Manifold Constraint Reduces Exposure Bias in Accelerated Diffusion Sampling

Authors: Yuzhe YAO, Jun Chen, Zeyi Huang, Haonan Lin, Mengmeng Wang, Guang Dai, Jingdong Wang

ICLR 2025 | Venue PDF | Archive PDF | Plain Text | LLM Run Details

Reproducibility Variable Result LLM Response
Research Type Experimental Extensive experiments demonstrate the effectiveness of our approach, achieving a FID score of 15.60 with 10-step SDXL on MS-COCO, surpassing the baseline by a reduction of 2.57 in FID. Section 5, titled 'EXPERIMENTS', details these empirical evaluations.
Researcher Affiliation Collaboration The authors are affiliated with: 1Xi an Jiaotong University, 2Zhejiang Normal University, 3Huawei, 4Zhejiang University of Technology, 5 SGIT AI Lab, State Grid Corporration of China, 6 Baidu. This includes both academic institutions (universities) and industry entities (Huawei, SGIT AI Lab, Baidu), indicating a collaborative affiliation.
Pseudocode Yes The paper includes 'Algorithm 1 Pre-Computation for vt' and 'Algorithm 2 MCDO Sampling', which are clearly labeled algorithm blocks.
Open Source Code No The paper does not contain any explicit statements about code availability or links to a code repository in the main text or supplementary material references.
Open Datasets Yes We conduct experiments on high-resolution datasets across various tasks.
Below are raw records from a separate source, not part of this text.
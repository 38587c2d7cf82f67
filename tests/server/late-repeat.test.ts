import { afterAll, beforeAll, expect, test } from 'vitest';

import { readSessionById } from '@/server/auth/read-session';
import { giveCommand } from '@/server/commands/give-command';

import { envelope, give, planCaseAs, runCommand } from './house/client';
import { openTestHouse, type TestHouse } from './house/open-test-house';
import { openSecondServer, type SecondServer } from './house/second-server';

const desk = 'desk@demo.example';
const dayMs = 24 * 3_600_000;
let house: TestHouse;
let inAWeek: SecondServer;

beforeAll(async () => {
  house = await openTestHouse();
  inAWeek = openSecondServer(house, { nowMs: () => Date.now() + 7 * dayMs });
});
afterAll(async () => {
  await inAWeek.close();
  await house.close();
});

test('a command that is in the log is answered as a repeat, even more than a day later', async () => {
  const caseId = await planCaseAs(house, desk);
  const request = envelope({ name: 'send-message', text: 'Its answer was lost' });
  const first = await give(house, desk, caseId, request);
  const signedIn = await readSessionById(inAWeek.context, await house.sessionIdOf(desk));
  if (signedIn === null) throw new Error('The desk is signed in.');
  expect(await giveCommand(inAWeek.context, signedIn, caseId, request)).toEqual(first.body);
  const other = { ...request, command: { name: 'send-message' as const, text: 'Other words' } };
  expect(await giveCommand(inAWeek.context, signedIn, caseId, other)).toMatchObject({ kind: 'refused', code: 'command-id-used' });
});

test('a run that waited in the browser for days is committed with its own time; one from before its case was planned is not', async () => {
  const caseId = await planCaseAs(house, desk);
  const signedIn = await readSessionById(inAWeek.context, await house.sessionIdOf(desk));
  if (signedIn === null) throw new Error('The desk is signed in.');
  const [opening, run] = [envelope({ name: 'open-case', clockOffsetMs: null }), envelope(runCommand('wrist'))];
  for (const request of [opening, run]) {
    expect(await giveCommand(inAWeek.context, signedIn, caseId, request)).toMatchObject({ kind: 'committed', entries: expect.arrayContaining([expect.objectContaining({ commandId: request.commandId, eventAt: request.eventAt })]) as unknown });
  }
  const before = envelope(runCommand('wrist'), new Date(Date.now() - 3_600_000).toISOString());
  await expect(giveCommand(inAWeek.context, signedIn, caseId, before)).rejects.toThrow(/^Time too old/);
});
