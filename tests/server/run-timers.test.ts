import { afterAll, beforeAll, describe, expect, test } from 'vitest';

import { runTimers } from '@/server/commands/run-timers';

import { caseWithNotice } from './house/case-with-notice';
import { openSecondServer, type SecondServer } from './house/second-server';
import { commit, planCaseAs } from './house/client';
import { appendNewerEntry } from './house/newer-entry';
import { openTestHouse, type TestHouse } from './house/open-test-house';

const desk = 'desk@demo.example';
let house: TestHouse;
let later: { ms: number };
const servers: SecondServer[] = [];

beforeAll(async () => {
  house = await openTestHouse();
  later = { ms: 0 };
  for (let count = 0; count < 3; count += 1) servers.push(openSecondServer(house, { nowMs: () => Date.now() + later.ms }));
});
afterAll(async () => {
  await Promise.all(servers.map((server) => server.close()));
  await house.close();
});

const kindsOf = async (caseId: string) => (await house.admin('entries').where({ case_id: caseId }).orderBy('seq').select('kind')).map(({ kind }: { kind: string }) => kind);

describe('runTimers', () => {
  test('raises the alert of a notice that was not repeated: once, by any number of servers, and not before its time', async () => {
    const caseId = await caseWithNotice(house, desk);
    expect(await kindsOf(caseId)).toContain('notice.raised');
    await Promise.all(servers.map(({ context }) => runTimers(context)));
    expect(await kindsOf(caseId)).not.toContain('alert.raised');
    later.ms = 120_000;
    await Promise.all([...servers, ...servers].map(({ context }) => runTimers(context)));
    const kinds = await kindsOf(caseId);
    expect(kinds.filter((kind) => kind === 'alert.raised')).toEqual(['alert.raised']);
    const raised = await house.admin('entries').where({ case_id: caseId, kind: 'alert.raised' }).first('author_role', 'command_id', 'body');
    expect(raised).toMatchObject({ author_role: 'timer', command_id: expect.stringMatching(/^repeat\/ulnar-1\/\d+$/), body: { isRepeated: false } });
  });

  test('runs in every other case when one was written by a newer program', async () => {
    const [server] = servers;
    if (server === undefined) throw new Error('Three servers were opened.');
    later.ms = 0;
    const unread = await planCaseAs(house, desk);
    await commit(house, desk, unread, { name: 'open-case', clockOffsetMs: null });
    await appendNewerEntry(house, server, unread);
    const caseId = await caseWithNotice(house, desk);
    expect(unread < caseId).toBe(true);
    later.ms = 120_000;
    await runTimers(server.context);
    expect(await kindsOf(caseId)).toContain('alert.raised');
  });
});
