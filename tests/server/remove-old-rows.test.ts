import { afterAll, beforeAll, expect, test } from 'vitest';

import { createTestDatabase, type TestDatabase } from '@/tests/support/database';
import { makePool, type Handle } from '@/db/connection';

import { openTestHouse, type TestHouse } from './house/open-test-house';

let database: TestDatabase;
let admin: Handle;
let house: TestHouse | null = null;

beforeAll(async () => {
  database = await createTestDatabase('demo');
  admin = makePool(database.adminUrl, 1, 'fascicle test');
});
afterAll(async () => {
  await house?.close();
  await admin.destroy();
  await database.drop();
});

test('a start removes what strangers left long ago, and says how much in its log', async () => {
  const attempt = (address: string, age: string) => admin('sign_in_attempts').insert({ email_hash: Buffer.alloc(32), address, succeeded: false, at: admin.raw('now() - ?::interval', [age]) });
  await attempt('198.51.100.1', '31 days');
  await attempt('198.51.100.2', '1 day');
  await admin('wall_screens').insert({ id: '018f0000-0000-7000-8000-00000000abcd', token_hash: Buffer.alloc(32), code: 'ACDEFH', words: 'amber lantern', asked_at: admin.raw(`now() - interval '2 days'`) });
  const logLines: string[] = [];
  house = await openTestHouse({ database, logLines });
  await expect.poll(async () => [await admin('sign_in_attempts').pluck('address'), await admin('wall_screens').pluck('id')]).toEqual([['198.51.100.2'], []]);
  await expect.poll(() => logLines.some((line) => line.includes('"attempts":1,"screens":1'))).toBe(true);
});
Specifically, we evaluate MS-COCO (Lin et al., 2014) with SDXL (Podell et al., 2024), and Celeb AHQ (Karras et al., 2018), Image Net-256 (Russakovsky et al., 2015), and LSUN-Bedroom (256 256) with LDM-4 (Rombach et al., 2022).
Dataset Splits Yes Results on Text-to-Image generation on MS-COCO val2014 with SDXL and DPM-Solver++. Image Resolution is 1024 1024 (Table 10). This indicates the use of the 'val2014' split of the MS-COCO dataset for evaluation.
Hardware Specification No The paper does not explicitly describe any specific hardware used for running its experiments (e.g., GPU models, CPU models, or cloud resources with specifications).
Software Dependencies No The paper mentions models like 'SDXL (Podell et al., 2024)', 'LDM-4 (Rombach et al., 2022)', and 'DPM-Solver++ (Lu et al., 2022b)', but it does not provide specific version numbers for these or any underlying software components like programming languages, libraries (e.g., PyTorch, TensorFlow), or CUDA versions.
Experiment Setup Yes To implement MCDO, we use N = 20, T = 1000 for pre-computation. For TS-DDIM (Li et al., 2024a) we use tc = 300, w = 4 for cutoff timestep and window size. A uniform epsilon scale: λ = 1.008 is applied for DDIM-ES (Ning et al., 2024). For TS-DDIM (Li et al., 2024a), we set tc = 100, w = 60 for 20 and 10 steps sampling, and tc = 200, w = 30 for 5 steps. Results under the recommended setting (η = 0.0) (Rombach et al., 2022) are shown in Table 2, with λ representing the epsilon scaling factor from Ning et al. (2024). For implementing DDIM-MCDO, variance statistics from 64 samples are collected during 500 steps of DDIM sampling. In all experiments on Celeb A-HQ and LSUNBedroom, we set the threshold timestep tthre to 0. guidance scale s = 3.0 (Table 4).